Class CenteringMechanism<T>
- Namespace
- AiDotNet.SelfSupervisedLearning
- Assembly
- AiDotNet.dll
Centering mechanism for preventing collapse in self-distillation methods.
public class CenteringMechanism<T>
Type Parameters
TThe numeric type used for computations.
- Inheritance
-
CenteringMechanism<T>
- Inherited Members
Remarks
For Beginners: Centering is a crucial technique in DINO and similar methods that prevents the teacher network from collapsing to a trivial solution where it outputs the same constant for all inputs.
How it works:
- Maintains a running mean (center) of teacher outputs
- Subtracts the center from teacher outputs before computing loss
- Updates the center with exponential moving average (EMA)
Why it prevents collapse: Without centering, the teacher could learn to output a constant vector for all inputs (trivial solution). By subtracting the running mean, we ensure the outputs are zero-centered on average, forcing the network to produce varied outputs.

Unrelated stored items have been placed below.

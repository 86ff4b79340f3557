import type { StreamState } from '../model/stream.ts';
import type { Mixture } from '../properties/mixture.ts';
import { stateSlopes } from '../properties/state-slopes.ts';
import { along, temperatureAt } from './outlet-slopes.ts';

/** How a stage came from its suction to its discharge. */
export interface StagePath {
  readonly from: StreamState;
  /** the end of the isentrope; of no use with `polytropic` */
  readonly isentropic: StreamState;
  readonly to: StreamState;
  /** work over isentropic work, or the polytropic efficiency that the work has */
  readonly workRatio: number;
  readonly polytropic: number | null;
}

export interface StageSlopes {
  /**
   * Turn the derivatives of the suction into those of the discharge.
   *
   * @param matrix  in the variables of the inlet of the block, changed in place
   * @param pressure  the row of the discharge pressure
   * @returns false where there are none
   */
  carry(path: StagePath, matrix: Float64Array, pressure: Float64Array): boolean;
}

/**
 * Derivatives of one stage of a machine: from s(T₂s, P₂) = s₁ and h₂ = h₁ + (h₂s − h₁) times the ratio of the works, or
 * from the polytropic work, (1 − η)(h₂ − h₁) = (s₂ − s₁) (T₂ − T₁)/ln(T₂/T₁).
 */
export function createStageSlopes(mixture: Mixture): StageSlopes {
  const { size } = mixture;
  const width = size + 2;
  const first = stateSlopes(size);
  const middle = stateSlopes(size);
  const last = stateSlopes(size);
  const entropy = new Float64Array(width);
  const enthalpy = new Float64Array(width);
  const suctionK = new Float64Array(width);
  const value = new Float64Array(width);

  return {
    carry(path, matrix, pressure) {
      const atEnd = path.polytropic === null ? 'enthalpy' : 'all';
      if (!mixture.slopes(path.from, 'all', first) || !mixture.slopes(path.to, atEnd, last)) return false;
      along(first.entropy, matrix, entropy);
      along(first.enthalpy, matrix, enthalpy);
      suctionK.set(matrix.subarray(size * width, (size + 1) * width));
      matrix.set(pressure, (size + 1) * width);
      if (path.polytropic !== null) return polytropicDischarge(path, path.polytropic, matrix);
      if (!mixture.slopes(path.isentropic, 'all', middle)) return false;
      if (!temperatureAt(middle.entropy, entropy, matrix)) return false;
      along(middle.enthalpy, matrix, value);
      for (let c = 0; c < width; c++) value[c] = enthalpy[c] + path.workRatio * (value[c] - enthalpy[c]);
      return temperatureAt(last.enthalpy, value, matrix);
    },
  };

  function polytropicDischarge({ from, to }: StagePath, efficiency: number, matrix: Float64Array): boolean {
    const T1 = from.temperatureK;
    const T2 = to.temperatureK;
    const log = Math.log(T2 / T1);
    if (Math.abs(log) < 1e-6) return false;
    const rise = mixture.entropy(to) - mixture.entropy(from);
    const meanK = (T2 - T1) / log;
    const perT2 = (1 - meanK / T2) / log;
    const perT1 = (meanK / T1 - 1) / log;
    const lost = 1 - efficiency;
    const perKelvin = lost * last.enthalpy[size] - meanK * last.entropy[size] - rise * perT2;
    matrix.fill(0, size * width, (size + 1) * width);
    along(last.enthalpy, matrix, value);
    for (let c = 0; c < width; c++) value[c] = meanK * -entropy[c] - lost * (value[c] - enthalpy[c]);
    for (let r = 0; r < width; r++) {
      for (let c = 0; c < width; c++) value[c] += meanK * last.entropy[r] * matrix[r * width + c];
    }
    for (let c = 0; c < width; c++) {
      matrix[size * width + c] = (value[c] + rise * perT1 * suctionK[c]) / perKelvin;
    }
    return true;
  }
}
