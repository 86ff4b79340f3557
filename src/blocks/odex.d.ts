// The parts of odex that are used here. The package ships its TypeScript source, which the compiler would check by
// our rules if it were not for this file (see `paths` in tsconfig.json).

/** Called at the start and after each accepted step; false ends the integration. */
export type OutputFunction = (step: number, from: number, to: number, y: number[]) => boolean | undefined;

export declare class Solver {
  constructor(size: number);
  absoluteTolerance: number;
  relativeTolerance: number;
  initialStepSize: number;
  solve(
    derivative: (x: number, y: number[]) => number[],
    from: number,
    start: number[],
    to: number,
    output?: OutputFunction,
  ): { y: number[]; outcome: number; nEval: number };
}
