import type { StreamState } from '../model/stream.ts';
import type { Mixture } from '../properties/mixture.ts';

/** Part a stream whose phases are known into its gas and its liquid (solids leave with the liquid), but for enthalpies. */
export function partFlows(mixed: StreamState, gas: StreamState, liquid: StreamState): void {
  for (const out of [gas, liquid]) {
    out.temperatureK = mixed.temperatureK;
    out.pressurePa = mixed.pressurePa;
  }
  for (let i = 0; i < mixed.flowsMolPerS.length; i++) {
    const down = mixed.liquidMolPerS[i];
    gas.flowsMolPerS[i] = mixed.flowsMolPerS[i] - down;
    gas.liquidMolPerS[i] = 0;
    liquid.flowsMolPerS[i] = down;
    liquid.liquidMolPerS[i] = down;
  }
  gas.vapourFraction = 1;
  liquid.vapourFraction = 0;
}

/** The same, each with its enthalpy. */
export function partPhases(
  mixed: StreamState,
  gas: StreamState,
  liquid: StreamState,
  mixture: Mixture,
): void {
  partFlows(mixed, gas, liquid);
  mixture.settlePhases(liquid);
  // One of them takes the difference, so that the two together hold exactly what the mixed stream held.
  if (mixture.total(gas) > 0) {
    gas.enthalpyW = mixed.enthalpyW - liquid.enthalpyW;
  } else {
    gas.enthalpyW = 0;
    liquid.enthalpyW = mixed.enthalpyW;
  }
}
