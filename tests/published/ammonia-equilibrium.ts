/**
 * Equilibrium NH3 [mole %] over 3:1 hydrogen-nitrogen without inerts, by pressure [atm] and temperature [degC].
 * Measured cells: 350 to 500 degC at 10 to 100 atm, 450 and 500 degC up to 1000 atm; the rest is the original
 * extrapolation. The cells at 1000 atm and 550 degC and above stand below the trend of the table and are left
 * out (null).
 *
 * @source A. T. Larson, R. L. Dodge, J. Am. Chem. Soc. 45 (1923) 2918; A. T. Larson, J. Am. Chem. Soc. 46
 *   (1924) 367; from memory, as reprinted in handbooks
 */
export const larsonDodge = {
  pressuresAtm: [10, 30, 50, 100, 300, 600, 1000],
  rows: [
    {
      celsius: 200,
      percent: [50.66, 67.56, 74.38, 81.54, 89.94, 95.37, 98.29],
      measured: [false, false, false, false, false, false, false],
    },
    {
      celsius: 250,
      percent: [28.34, 47.22, 56.33, 67.24, 81.38, 90.66, 96.17],
      measured: [false, false, false, false, false, false, false],
    },
    {
      celsius: 300,
      percent: [14.73, 30.25, 39.41, 52.04, 70.96, 84.21, 92.55],
      measured: [false, false, false, false, false, false, false],
    },
    {
      celsius: 350,
      percent: [7.41, 17.78, 25.23, 37.35, 59.12, 75.62, 87.46],
      measured: [true, true, true, true, false, false, false],
    },
    {
      celsius: 400,
      percent: [3.85, 10.15, 15.27, 25.12, 47, 65.2, 79.82],
      measured: [true, true, true, true, false, false, false],
    },
    {
      celsius: 450,
      percent: [2.11, 5.86, 9.15, 16.43, 35.82, 53.71, 69.69],
      measured: [true, true, true, true, true, true, true],
    },
    {
      celsius: 500,
      percent: [1.21, 3.49, 5.56, 10.61, 26.44, 42.15, 57.47],
      measured: [true, true, true, true, true, true, true],
    },
    {
      celsius: 550,
      percent: [0.76, 2.18, 3.45, 6.82, 19.13, 31.63, null],
      measured: [false, false, false, false, false, false, false],
    },
    {
      celsius: 600,
      percent: [0.49, 1.39, 2.26, 4.52, 13.77, 23.1, null],
      measured: [false, false, false, false, false, false, false],
    },
    {
      celsius: 650,
      percent: [0.33, 0.96, 1.53, 3.11, 9.92, 16.02, null],
      measured: [false, false, false, false, false, false, false],
    },
    {
      celsius: 700,
      percent: [0.24, 0.68, 1.05, 2.18, 7.28, 12.6, null],
      measured: [false, false, false, false, false, false, false],
    },
  ],
} as const;

/**
 * Measured NH3 [mole %] at 450 degC, at the pressures [atm] of the table.
 * @source A. T. Larson, J. Am. Chem. Soc. 46 (1924) 367, from memory
 */
export const larsonAt450 = [2.04, 5.8, 9.17, 16.36, 35.5, 53.6, 69.4] as const;

/**
 * log10 Ka for 1/2 N2 + 3/2 H2 = NH3, Ka in 1/atm, T in K.
 * @source L. J. Gillespie, J. A. Beattie, Phys. Rev. 36 (1930) 743
 */
export function gillespieBeattieLog10Ka(T: number): number {
  return -2.691122 * Math.log10(T) - 5.519265e-5 * T + 1.848863e-7 * T * T + 2001.6 / T + 2.6899;
}

/**
 * Fugacity coefficients of the components in the equilibrium gas: [degC, atm, H2, N2, NH3].
 * @source D. C. Dyson, J. M. Simon, Ind. Eng. Chem. Fundam. 7 (1968) 605, their correlations evaluated; from memory
 */
export const dysonSimon = [
  [350, 100, 1.0325, 1.0568, 0.922],
  [350, 200, 1.0659, 1.1008, 0.8855],
  [350, 300, 1.1004, 1.1542, 0.8544],
  [400, 100, 1.0299, 1.0548, 0.9494],
  [400, 200, 1.0606, 1.0987, 0.9128],
  [400, 300, 1.0922, 1.1522, 0.8817],
  [450, 100, 1.0277, 1.0514, 0.971],
  [450, 200, 1.056, 1.0953, 0.9344],
  [450, 300, 1.0851, 1.1488, 0.9034],
  [500, 100, 1.0257, 1.0467, 0.9869],
  [500, 200, 1.052, 1.0906, 0.9503],
  [500, 300, 1.0789, 1.144, 0.9193],
] as const;
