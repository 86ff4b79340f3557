import { copyStream, emptyStream, type StreamState } from '../model/stream.ts';
import type { Mixture } from '../properties/mixture.ts';
import { createStageSlopes } from './machine-stage-slopes.ts';

/** Which ideal path an efficiency is measured against. */
export type EfficiencyKind = 'isentropic' | 'polytropic';

/** One adiabatic stage of a compressor or expander. Both change the stream in place and return the shaft power given to it [W]. */
export interface MachineStage {
  /** h₂ = h₁ + (h₂s − h₁)/η */
  compress(stream: StreamState, pressurePa: number, efficiency: number, kind: EfficiencyKind): number;
  /** h₂ = h₁ + η (h₂s − h₁); what is returned is negative */
  expand(stream: StreamState, pressurePa: number, efficiency: number): number;
  /** Suction pressure of the last run [Pa]. */
  suctionPa(): number;
  /**
   * Turn the derivatives of the suction of the last run into those of its discharge, in place.
   *
   * @param matrix  in the variables of the inlet of the block (see outlet-slopes.ts)
   * @param pressure  the row of the discharge pressure
   * @returns false where there are none
   */
  carrySlopes(matrix: Float64Array, pressure: Float64Array): boolean;
}

/** Isentropic efficiencies tried for a polytropic one; four do where T₂/T₁ is below 3. */
const MAX_TRIES = 20;
const CLOSE = 1e-11;

/**
 * Stages on the real isentrope s(T₂s, P₂) = s(T₁, P₁) of the mixture's own entropy.
 *
 * A polytropic efficiency is turned into the isentropic one by the polytropic work of a real gas
 *   w_p = Δh − Δs (T₂ − T₁)/ln(T₂/T₁),  η_p = w_p/Δh,
 * which is exact for an ideal gas of constant heat capacity: there η_p = (R ln(P₂/P₁)) / (cp ln(T₂/T₁)).
 *
 * @source isentropic efficiency: any textbook of thermodynamics, e.g. Smith, Van Ness & Abbott, ch. 7;
 *   polytropic work: M. Mallen & G. Saville, Polytropic processes in the performance prediction of centrifugal
 *   compressors, I. Mech. E. C183/77 (1977), from memory
 */
export function createMachineStage(mixture: Mixture): MachineStage {
  const ideal = emptyStream(mixture.size);
  /**
   * What the last stage teaches for the first guess of the next: d ln T/d ln P along the isentrope, null before any; the
   * rise of temperature that was found over the one guessed.
   */
  const last: { exponent: number | null; stretch: number } = { exponent: null, stretch: 1 };
  const from = emptyStream(mixture.size);
  const to = emptyStream(mixture.size);
  const slopes = createStageSlopes(mixture);
  const path = { from, isentropic: ideal, to, workRatio: 1, polytropic: null as number | null };
  let ran = false;

  function isentropicRise(stream: StreamState, pressurePa: number, firstExponent: number): number {
    const entropy = mixture.entropy(stream);
    const lnRatio = Math.log(pressurePa / stream.pressurePa);
    copyStream(stream, from);
    copyStream(stream, ideal);
    ideal.temperatureK = stream.temperatureK * Math.exp((last.exponent ?? firstExponent) * lnRatio);
    ideal.pressurePa = pressurePa;
    mixture.settleAtEntropy(ideal, entropy);
    last.exponent = within(0, Math.log(ideal.temperatureK / stream.temperatureK) / lnRatio, 0.5);
    return ideal.enthalpyW - stream.enthalpyW;
  }

  function isIdle(stream: StreamState, pressurePa: number): boolean {
    // A ratio of 1 but for rounding is no work.
    const idle = Math.abs(pressurePa - stream.pressurePa) <= 1e-12 * stream.pressurePa;
    if (!idle && mixture.total(stream) > 0) return false;
    stream.pressurePa = pressurePa;
    ran = false;
    return true;
  }

  function giveWork(stream: StreamState, pressurePa: number, work: number, guessedRiseK: number): void {
    const fromK = stream.temperatureK;
    stream.temperatureK = fromK + last.stretch * guessedRiseK;
    stream.pressurePa = pressurePa;
    mixture.settleAtEnthalpy(stream, stream.enthalpyW + work);
    last.stretch = within(0.5, (stream.temperatureK - fromK) / guessedRiseK || 1, 2);
    copyStream(stream, to);
    ran = true;
  }

  return {
    compress(stream, pressurePa, efficiency, kind) {
      if (isIdle(stream, pressurePa)) return 0;
      // An ideal diatomic gas gives the first guess: T₂/T₁ = (P₂/P₁)^(2/7).
      const rise = isentropicRise(stream, pressurePa, 2 / 7);
      const isPolytropic = kind === 'polytropic';
      const isentropic = isPolytropic ? matched(stream, rise, efficiency) : efficiency;
      const work = rise / isentropic;
      path.workRatio = 1 / isentropic;
      path.polytropic = isPolytropic ? efficiency : null;
      // Where an efficiency was matched, `ideal` has come to the end of the real path.
      const riseK = ideal.temperatureK - stream.temperatureK;
      giveWork(stream, pressurePa, work, isPolytropic ? riseK : riseK / efficiency);
      return work;
    },
    expand(stream, pressurePa, efficiency) {
      if (isIdle(stream, pressurePa)) return 0;
      path.workRatio = efficiency;
      path.polytropic = null;
      const work = efficiency * isentropicRise(stream, pressurePa, 0);
      giveWork(stream, pressurePa, work, efficiency * (ideal.temperatureK - stream.temperatureK));
      return work;
    },
    suctionPa: () => from.pressurePa,
    carrySlopes: (matrix, pressure) => ran && slopes.carry(path, matrix, pressure),
  };

  /** The isentropic efficiency at which the path from `suction` has the polytropic efficiency wanted, by secants. */
  function matched(suction: StreamState, rise: number, wanted: number): number {
    const s1 = mixture.entropy(suction);
    const polytropicAt = (isentropic: number): number => {
      const work = rise / isentropic;
      mixture.settleAtEnthalpy(ideal, suction.enthalpyW + work);
      const T1 = suction.temperatureK;
      const T2 = ideal.temperatureK;
      const meanK = Math.abs(T2 - T1) > 1e-6 * T1 ? (T2 - T1) / Math.log(T2 / T1) : T1;
      return 1 - ((mixture.entropy(ideal) - s1) * meanK) / work;
    };
    let [e, poly] = [1, 1];
    let next = wanted;
    for (let tries = 0; tries < MAX_TRIES && Math.abs(next - e) > CLOSE; tries++) {
      const polyNext = polytropicAt(next);
      const slope = (polyNext - poly) / (next - e);
      [e, poly] = [next, polyNext];
      if (!(slope > 0)) break;
      next = Math.max(e + (wanted - poly) / slope, 0.5 * e);
    }
    return next;
  }
}

function within(least: number, value: number, most: number): number {
  return Math.min(Math.max(value, least), most);
}
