import { z } from 'zod';
import { PassTrouble } from '../diagnostics/diagnostic.ts';
import { quantity } from '../units/schema.ts';
import type { BlockKind } from './block.ts';
import { createDutySlopes } from './duty-slopes.ts';
import { quietReport } from './report.ts';

const settings = z.strictObject({
  pressure: quantity('pressure', { description: 'outlet pressure', examples: ['20 bar'] }),
});
type Settings = z.infer<typeof settings>;

/**
 * Valve: one inlet, one outlet at a lower pressure, constant enthalpy.
 *
 * Settings: `pressure` [Pa] of the outlet.
 * Balance: flows and enthalpy unchanged; the outlet temperature follows (hydrogen warms, most gases cool).
 */
export const valve: BlockKind<Settings> = {
  kind: 'valve',
  summary: 'lets a stream down to a lower pressure at constant enthalpy',
  settings,
  ports: () => ({ inlets: ['in'], outlets: ['out'] }),
  create(setting, { mixture }) {
    const duty = createDutySlopes(mixture);
    let started = false;
    return {
      pass([inlet], [out]) {
        if (setting.pressure > inlet!.pressurePa * (1 + 1e-9)) {
          throw new PassTrouble(
            'pressure-rise',
            `The valve is set to ${(setting.pressure / 1e5).toFixed(3)} bar, above its inlet of ${(inlet!.pressurePa / 1e5).toFixed(3)} bar.`,
            'a valve cannot raise the pressure of a stream',
            'lower the outlet pressure, or use a compressor (gas) or a pump (liquid)',
          );
        }
        out!.flowsMolPerS.set(inlet!.flowsMolPerS);
        out!.pressurePa = setting.pressure;
        if (!started) out!.temperatureK = inlet!.temperatureK;
        started = true;
        mixture.settleAtEnthalpy(out!, inlet!.enthalpyW);
      },
      slopes: ([inlet], [out], { of }) =>
        duty.fill(inlet!, out!, { temperatureIsSet: false, pressureIsSet: true }, false, of[0][0]),
      report(inlets, outlets) {
        return quietReport({
          details: {
            pressure_bar: outlets[0].pressurePa / 1e5,
            temperature_change_K: outlets[0].temperatureK - inlets[0].temperatureK,
            vapour_fraction: outlets[0].vapourFraction,
          },
          warnings: mixture.cautions(outlets[0]),
        });
      },
    };
  },
};
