const GOLDEN = (3 - Math.sqrt(5)) / 2;
const MAX_STEPS = 40;

/**
 * The lowest point of a smooth function of one variable between a and b, where it has one valley: parabolas
 * through the last three points, golden sections where they do not help.
 *
 * @param tolerance  of x, absolute; the value is good to its square
 * @returns where the lowest value met lies, and the value
 * @source R. P. Brent, Algorithms for Minimization without Derivatives (1973), ch. 5
 */
export function lowestPoint(
  f: (x: number) => number,
  a: number,
  b: number,
  tolerance: number,
): { readonly x: number; readonly value: number } {
  let [low, high] = [a, b];
  let x = low + GOLDEN * (high - low);
  let fx = f(x);
  // w and v are the second and third best points; step and its forerunner tell whether parabolas shrink.
  let [w, fw, v, fv] = [x, fx, x, fx];
  let step = 0;
  let before = 0;
  for (let n = 0; n < MAX_STEPS; n++) {
    const middle = 0.5 * (low + high);
    if (Math.abs(x - middle) <= 2 * tolerance - 0.5 * (high - low)) break;
    const parabola = Math.abs(before) > tolerance ? vertex(x, fx, w, fw, v, fv) : Number.NaN;
    const fits = parabola > low && parabola < high && Math.abs(parabola - x) < 0.5 * Math.abs(before);
    before = fits ? step : (x < middle ? high : low) - x;
    step = fits ? parabola - x : GOLDEN * before;
    const u = x + (Math.abs(step) >= tolerance ? step : Math.sign(step || 1) * tolerance);
    const fu = f(u);
    if (fu <= fx) {
      if (u < x) high = x;
      else low = x;
      [v, fv, w, fw, x, fx] = [w, fw, x, fx, u, fu];
    } else {
      if (u < x) low = u;
      else high = u;
      if (fu <= fw || w === x) [v, fv, w, fw] = [w, fw, u, fu];
      else if (fu <= fv || v === x || v === w) [v, fv] = [u, fu];
    }
  }
  return { x, value: fx };
}

/** Where the parabola through three points has its vertex; NaN where they lie on a line. */
function vertex(x: number, fx: number, w: number, fw: number, v: number, fv: number): number {
  const r = (x - w) * (fx - fv);
  const q = (x - v) * (fx - fw);
  return x - ((x - v) * q - (x - w) * r) / (2 * (q - r));
}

Reference: Caron et al., "Emerging Properties in Self-Supervised Vision Transformers" (ICCV 2021)
Constructors
CenteringMechanism(int, double)
Initializes a new instance of the CenteringMechanism class.
public CenteringMechanism(int dimension, double momentum = 0.9)
Parameters
dimensionintDimension of the output space to center.
momentumdoubleMomentum for EMA center updates (default: 0.9).
Properties
Dimension
Gets the dimension of the center vector.
public int Dimension { get; }
Property Value
Momentum
Gets the momentum for EMA updates.
public double Momentum { get; }
Property Value
Methods
ApplyCenter(Tensor<T>)
Applies centering to the input tensor.
public Tensor<T> ApplyCenter(Tensor<T> input)
Parameters
inputTensor<T>Input tensor [batch_size, dim].
Returns
- Tensor<T>
Centered tensor.
CenterAndUpdate(Tensor<T>)
Applies centering and updates in one step (common usage pattern).
public Tensor<T> CenterAndUpdate(Tensor<T> teacherOutput)
Parameters
teacherOutputTensor<T>Teacher network output.
Returns
- Tensor<T>
Centered output.
CenterNorm()
Computes the L2 norm of the center (useful for monitoring).
public T CenterNorm()
Returns
- T
CenterStatistics()
Computes statistics about the center (useful for debugging).
public (T mean, T std, T min, T max) CenterStatistics()
Returns
GetCenter()
Gets the current center values.
public T[] GetCenter()
Returns
- T[]
Copy of the center vector.
Reset()
Resets the center to zeros.
public void Reset()
SetCenter(T[])
Sets the center values directly.
public void SetCenter(T[] center)
Parameters
centerT[]New center values.
Update(Tensor<T>)
Updates the center using EMA with the given batch.
public void Update(Tensor<T> batchOutput)
Parameters
batchOutputTensor<T>Batch of outputs from teacher network [batch_size, dim].
UpdateFromMultiple(IList<Tensor<T>>)
Updates the center using multiple batches of outputs.
public void UpdateFromMultiple(IList<Tensor<T>> outputs)
Parameters
outputsIList<Tensor<T>>List of output tensors.